AVAILABLE DATA:
-*-
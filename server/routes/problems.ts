import type { ErrorRequestHandler, Request, RequestHandler, Response } from 'express';
import { ZodError, type z } from 'zod';
import { isProblem, Problem, type ProblemBody } from '@/shared/contract/problem';

export const PROBLEM_TYPE = 'application/problem+json';

export const sendProblem = (res: Response, body: ProblemBody) =>
  res.status(body.status).type(PROBLEM_TYPE).send(JSON.stringify(body));

/** The one place where an error becomes an answer. What we did not foresee is told by its request id alone. */
export const problemHandler: ErrorRequestHandler = (error: unknown, req, res, next) => {
  if (res.headersSent) return next(error);
  const problem = toProblem(error);
  if (problem) {
    sendProblem(res, problem.toJSON());
    return;
  }
  req.log.error({ error }, 'a request failed');
  sendProblem(res, unforeseen(String(req.id)).toJSON());
};

export const unforeseen = (requestId: string) =>
  new Problem(
    'internal',
    `Try again. If it stays so, tell whoever runs this server the number ${requestId}.`,
    {
      requestId,
    },
  );

/** A problem as such, a schema's complaint, or what a body parser found; undefined for anything else. */
export function toProblem(error: unknown): Problem | undefined {
  if (isProblem(error)) return error;
  if (error instanceof ZodError) return fromZod(error);
  const { type, status } = error as { type?: string; status?: number };
  if (type === 'entity.parse.failed')
    return new Problem(
      'malformed-json',
      'The body of the request is not JSON. NaN and Infinity are not JSON numbers: leave such marks out.',
    );
  if (type === 'entity.too.large') return new Problem('too-large', 'The request is larger than 8 MB.');
  if (typeof type === 'string' && status && status < 500)
    return new Problem('invalid-input', 'The request cannot be read.', { reason: type });
  return undefined;
}

function fromZod(error: ZodError): Problem {
  const [first] = error.issues;
  const field = first!.path.join('.');
  const more = error.issues.length - 1;
  const also = more > 0 ? ` ${more} more ${more === 1 ? 'field is' : 'fields are'} wrong too.` : '';
  return new Problem('invalid-input', `${field || 'The body'}: ${first!.message}.${also}`, {
    field,
    issues: error.issues.map((i) => ({ field: i.path.join('.'), message: i.message })),
  });
}

/** Parse what came in by its contract; the error handler shapes a refusal. */
export const parse = <S extends z.ZodType>(schema: S, input: unknown): z.infer<S> =>
  schema.parse(input ?? {});

/** An id in the address: anything that is not one is simply not there. */
export function idOf(req: Request, name: string): string {
  const value = String(req.params[name] ?? '');
  if (!/^[0-9a-f]{8}-[0-9a-f]{4}-[0-9a-f]{4}-[0-9a-f]{4}-[0-9a-f]{12}$/i.test(value))
    throw new Problem('not-found', 'There is nothing at this address.');
  return value;
}

export const nothingHere: RequestHandler = (req) => {
  throw new Problem(
    'not-found',
    `There is no ${req.method} ${req.path} in this API. See /api/v1/openapi.json.`,
  );
};
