import { View } from 'react-native';
import { Button } from '@/components/ui/Button';
import { EmptyState } from '@/components/ui/EmptyState';
import { useDocumentTitle } from '@/components/frame/Screen';
import { useTheme } from '@/components/ui/theme';

export default function NotFound() {
  const { color } = useTheme();
  useDocumentTitle('Not found');
  return (
    <View role="main" style={{ flex: 1, justifyContent: 'center', backgroundColor: color.ground }}>
      <EmptyState
        icon="search"
        level={1}
        title="There is no such page"
        action={<Button kind="primary" label="To the regions" href="/regions" />}
      >
        The address may be mistyped, or the page may have moved.
      </EmptyState>
    </View>
  );
}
-*-
WHAT THE TASK REQUIRES: With the line containing "<EmptyState" as the first and the final line of the records as the last, copy that span exactly and nothing more.

OUTPUT OF THE TASK:
      <EmptyState
        icon="search"
        level={1}
        title="There is no such page"
        action={<Button kind="primary" label="To the regions" href="/regions" />}
      >
        The address may be mistyped, or the page may have moved.
      </EmptyState>
    </View>
  );
}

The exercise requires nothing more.